Explaining his actions, Balwant Singh referred to the deadly anti-Sikh genocide which followed the assassination of Indira Gandhi and talked about how the perpetrators of the riots had not been brought to justice even after 25 years. In a letter to the Chief Justice of the High Court, he complained about discrimination at the hands of the country's judicial system and the rulers. Rajoana defended his actions citing the 1984 Operation Blue Star offensive at the Golden Temple and the killing of Sikhs during the 1984 anti-Sikh riots.

Rajoana was sentenced to death by a special CBI court and his execution was scheduled for 31 March 2012. In his will, Balwant Singh said that his wish was to donate his eyes to Lakhwinder Singh (Ragi at Golden Temple Amritsar) and his kidneys, heart or any other body part to needy patients. On 28 March 2012 India's Home Ministry stayed the execution following clemency appeals filed by the SGPC (mercy petition), a Sikh organization.
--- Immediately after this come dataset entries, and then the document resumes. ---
class BreakerFailure:
    """50BF of one breaker: sealed in while current flows, retrip at once, and a lockout relay after the timer."""

    def __init__(self, trial: Trial, breaker: Breaker) -> None:
        self.trial, self.breaker = trial, breaker
        self.by: set[str] = set()
        self.sealed = self.locked_out = False
        dc = f"{breaker.station}/DC 1"
        self.works = trial.works(f"{breaker.name}/BF relay", dc)
        self.lockout_works = trial.works(f"{breaker.name}/86BF 1", dc)
        self.current = Signal(trial, 5.0, "detector reset", self.update)
        self.timer = Signal(trial, 150.0, 0.0, self.update)
        self.wanted = Signal(trial, 0.0, 100.0, self.operate)
        self.lockout = Signal(trial, "lockout", 0.0, self.lock_out)

    def initiated(self, by: str, tripping: bool) -> None:
        if tripping:
            self.by.add(by)
        else:
            self.by.discard(by)
        self.update()

    def update(self) -> None:
        current, init = self.current.value, bool(self.by)
        self.sealed = current and (self.sealed or init)
        started = init or self.sealed
        if started and current and self.works:
            self.breaker.trip("2")
        self.timer.follow(started)
        self.wanted.follow(self.timer.value and current)

    def operate(self) -> None:
        self.lockout.follow(self.works and self.wanted.value)

    def lock_out(self) -> None:
        if self.locked_out or not self.lockout.value or not self.lockout_works:
            return
        self.locked_out = True
        times: dict[str, float] = {}
        for name, channel in AROUND[self.breaker.name]:
            target = self.trial.breaker(name)
            if not channel:
                target.trip("1")
            elif self.trial.works(channel, f"{self.breaker.station}/DC 1", f"{target.station}/DC 1"):
                if target.station not in times:  # one transfer trip for all breakers of a station
                    times[target.station] = self.trial.draw("channel")
                self.trial.env.process(self.transfer(times[target.station], target))

    def transfer(self, delay: float, target: Breaker) -> Steps:
        yield self.trial.env.timeout(delay)
        target.trip("1")


class Breaker:
    """A breaker with its coils."""

    def __init__(self, trial: Trial, name: str) -> None:
        self.trial, self.name = trial, name
        self.station = name.split(".")[0]
        self.committed = False
        self.failure = BreakerFailure(trial, self) if name in AROUND else None

    def trip(self, coil: str) -> None:
        trial = self.trial
        if self.committed or not trial.works(f"{self.name}/coil {coil}", f"{self.station}/DC {coil}"):
            return
        self.committed = True
        mode = trial.failed.get(self.name)
        if mode != "does_not_open":
            delay = trial.draw("breaker")
            if mode == "opens_late":
                delay += trial.draw("late")
            trial.openings[self.name] = trial.env.now + delay
            if mode != "does_not_interrupt":
                trial.env.process(self.open(delay))

    def open(self, delay: float) -> Steps:
        yield self.trial.env.timeout(delay)
        self.trial.opened.add(self.name)
        self.trial.look()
On stay of his execution, Balwant singh Rajoana said:

I have dedicated my life to the Panth (referred to Khalsa and meaning the Sikh Community) and have no regrets. So the stay doesn't make any difference to me ... This is a victory of real Khalsa Panth after every member of the Sikh Community rose to the occasion and successfully conveyed the strength of the Khalsa religion. I am ready to be hanged at any time and will live as long as God has decided for me. My happiness over the stay shouldn't be considered as my weakness. I am happy because Sikh Community has shocked the walls of the Delhi government, not because my hanging has been postponed.
— Balwant Singh Rajoana

On the 550th birth anniversary of Guru Nanak in September 2019, the Central Government recommended commuting his death sentence by the President under Section 72 of the Indian Constitution. However, the potential release of Rajoana is opposed by the family of the murdered Beant Singh, including his grandson Ravneet Singh Bittu. In December 2019, Union Home Minister Amit Shah said in the Lok Sabha that death sentence of Balwant Singh Rajoana, a convict in the assassination case of former Punjab Chief Minister Beant Singh, has not been commuted. "The sentence has not been commuted," he told the Parliamentarians in the Lower House today. Shah also urged the fellow members not to go by media reports which have stated that the ministry has recommended commuting the death sentence of Rajoana and the communication had been sent to Punjab government and Chandigarh administration. Shah made the remarks after the matter was raised by the Congress members and the grandson of late Beant Singh, Ravneet Singh Bittu during the question hour in the lower house. Bittu said that the members on Monday had demanded death sentence for those convicted in heinous cases against women but Rajoana's death sentence was sought to be commuted. He also sought a response from the Home Minister. Rajoana sent an appeal to the Supreme Court of India.

For his legal battles, he received financial support from the Shiromani Gurdwara Parbandhak Committee and Shiromani Akali Dal. He is imprisoned at Patiala Central Jail. In 2022, he was briefly released from prison for an hour to attend his adoptive father's funeral at Gurdwara Baba Deep Singh, Ludhiana and urged the population to vote for the Shiromani Akali Dal political party in a then upcoming Punjab election.

== Awards ==
On 23 March 2012, he was awarded the title of "Living Martyr" (Jinda Shaheed) by Akal Takhat, the highest temporal seat of the Khalsa. Rajoana initially refused to accept the title, but later on 27 March, he accepted the title, saying that it will make him "more determined" towards his goals. Dilawar Singh Babbar was also awarded the title of "National Martyr" in the same order from Akal Takhat.